Dominique Lebrun est agriculteur à Etriché. - © AA

« Depuis une dizaine d'années, je représente la Chambre d'agriculture au sein du comité de pilotage Natura 2000. Je suis devenu le référent auprès des administrations pour le dossier des mesures agroenvironnementales et climatiques, les MAEC. Ma candidature à la Chambre vient, en quelque sorte, matérialiser cet engagement ». Dominique Lebrun, dont l'exploitation comprend 35 ha en zone inondable, maîtrise le dossier sur le bout des doigts et reste déterminé à défendre les agriculteurs engagés dans les MAEC et confrontés à d'énormes retards de paiement : « je souhaite faire des propositions pour aller dans le bon sens et effacer les mésaventures de la Pac 2015 », assure-t-il.  Engagé dans le syndicalisme depuis longtemps, d'abord chez JA puis à la FDSEA, dont il est aujourd'hui trésorier,

 

"J'ai à coeur que la valeur ajoutée reste sur l'exploitation"
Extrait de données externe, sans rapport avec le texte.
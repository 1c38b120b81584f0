import { seedAccounts } from './accounts';

/** Seeds the demo; safe to run on every start. Each area adds its own step here. */
export async function seedDemo() {
	await seedAccounts();
}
Sur l'exploitation, l'éleveur et ses associés ont pris, il y a plusieurs années, le chemin de la diversification, en installant d'abord des panneaux photovoltaïques. Le Gaec a aussi monté une unité de méthanisation à la ferme, dans une volonté de « pérenniser le site de production : j'ai à coeur que la valeur ajoutée reste sur l'exploitation », souligne
Dominique Lebrun.L'agriculteur aime voir loin, anticiper : sa volonté, et celle de ses associés, est d'organiser les choses pour faciliter au maximum la future transmission de l'entreprise. Ils envisagent déjà d'acheter un robot de traite qui devra être amorti avant la reprise, pour ne pas pénaliser ceux qui suivront. Ils envisagent aussi, de plus en plus sérieusement, un passage au bio.
S.H.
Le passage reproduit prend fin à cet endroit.